» **Problem to solve**
Run through the records and, wherever a line holds the word "number", return that line.

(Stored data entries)
┌──

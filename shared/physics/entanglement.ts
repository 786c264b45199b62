/**
 * Two-qubit entanglement measures (physics contract §6).
 */
import { complexEigenvalues } from "./linalg/complexEigenvalues";
import { type CMatrix, conjugate, multiply, zeros } from "./linalg/complexMatrix";
import { hermitianEigenvalues, hermitianFunction } from "./linalg/hermitianEigen";
import { correlationTensor, horodeckiMaximum } from "./bell/prediction";

/** σ_y ⊗ σ_y in the basis HH, HV, VH, VV (real: anti-diagonal −1, 1, 1, −1). */
function yy(): CMatrix {
  const m = zeros(4);
  m.re[0 * 4 + 3] = -1;
  m.re[1 * 4 + 2] = 1;
  m.re[2 * 4 + 1] = 1;
  m.re[3 * 4 + 0] = -1;
  return m;
}

/**
 * Wootters concurrence, Phys. Rev. Lett. 80, 2245 (1998): C = max(0, λ1 − λ2 − λ3 − λ4), λ the
 * decreasing square roots of the eigenvalues of ρ ρ̃, ρ̃ = (σ_y⊗σ_y) ρ* (σ_y⊗σ_y).
 *
 * Physical ρ: the λ_i are the singular values of B = √ρ (σ_y⊗σ_y) √ρ*, obtained as the
 * non-negative eigenvalues of the Hermitian [[0, B], [B†, 0]] — no square root of a tiny
 * eigenvalue, so C is accurate to rounding. Non-physical ρ (√ρ undefined): the general
 * eigenvalues of ρρ̃ (our bounded Hessenberg-QR solver; ml-matrix's EVD can loop forever);
 * we use √max(0, Re λ). Flagged upstream.
 */
export function concurrence(rho: CMatrix, physical: boolean): number {
  const lambda = physical ? woottersPhysical(rho) : woottersGeneral(rho);
  return Math.max(0, lambda[0] - lambda[1] - lambda[2] - lambda[3]);
}

function woottersPhysical(rho: CMatrix): number[] {
  const root = hermitianFunction(rho, (l) => Math.sqrt(Math.max(0, l)));
  const b = multiply(multiply(root, yy()), conjugate(root));
  const block = zeros(8);
  for (let i = 0; i < 4; i++) {
    for (let j = 0; j < 4; j++) {
      block.re[i * 8 + 4 + j] = b.re[i * 4 + j];
      block.im[i * 8 + 4 + j] = b.im[i * 4 + j];
      block.re[(4 + j) * 8 + i] = b.re[i * 4 + j];
      block.im[(4 + j) * 8 + i] = -b.im[i * 4 + j];
    }
  }
  return Array.from(hermitianEigenvalues(block).subarray(0, 4), (x) => Math.max(0, x));
}

function woottersGeneral(rho: CMatrix): number[] {
  const z = multiply(rho, multiply(multiply(yy(), conjugate(rho)), yy()));
  const parts = complexEigenvalues(z).map((v) => v.re).sort((a, b) => b - a);
  return parts.map((x) => Math.sqrt(Math.max(0, x)));
}

/** ρ^{T_B} for a bipartition into dimA × dimB (photon A first). */
export function partialTranspose(rho: CMatrix, dimA: number): CMatrix {
  const n = rho.n;
  const dimB = n / dimA;
  const out = zeros(n);
  for (let a = 0; a < dimA; a++) {
    for (let b = 0; b < dimB; b++) {
      for (let a2 = 0; a2 < dimA; a2++) {
        for (let b2 = 0; b2 < dimB; b2++) {
          const from = (a * dimB + b2) * n + (a2 * dimB + b);
          const to = (a * dimB + b) * n + (a2 * dimB + b2);
          out.re[to] = rho.re[from];
          out.im[to] = rho.im[from];
        }
      }
    }
  }
  return out;
}

/**
 * Negativity: the sum of |negative eigenvalues| of ρ^{T_B} (Vidal & Werner, Phys. Rev. A 65,
 * 032314 (2002), Eq. (3): N = (‖ρ^{T_A}‖₁ − 1)/2, which equals this sum for Tr ρ = 1).
 */
export function negativity(rho: CMatrix, dimA = 2): number {
  let s = 0;
  for (const l of hermitianEigenvalues(partialTranspose(rho, dimA))) if (l < 0) s -= l;
  return s;
}

/**
 * The largest CHSH value over all analyser settings, 2√(m1 + m2), m1 ≥ m2 the two largest
 * eigenvalues of TᵀT with T_ij = Tr(ρ σ_i⊗σ_j) (Horodecki, Horodecki, Horodecki, Phys. Lett.
 * A 200, 340 (1995)).
 */
export function chshMaximum(rho: CMatrix): number {
  return horodeckiMaximum(correlationTensor(rho));
}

└──

» **Response box**
export function concurrence(rho: CMatrix, physical: boolean): number {
function woottersPhysical(rho: CMatrix): number[] {
function woottersGeneral(rho: CMatrix): number[] {
export function partialTranspose(rho: CMatrix, dimA: number): CMatrix {
export function negativity(rho: CMatrix, dimA = 2): number {
export function chshMaximum(rho: CMatrix): number {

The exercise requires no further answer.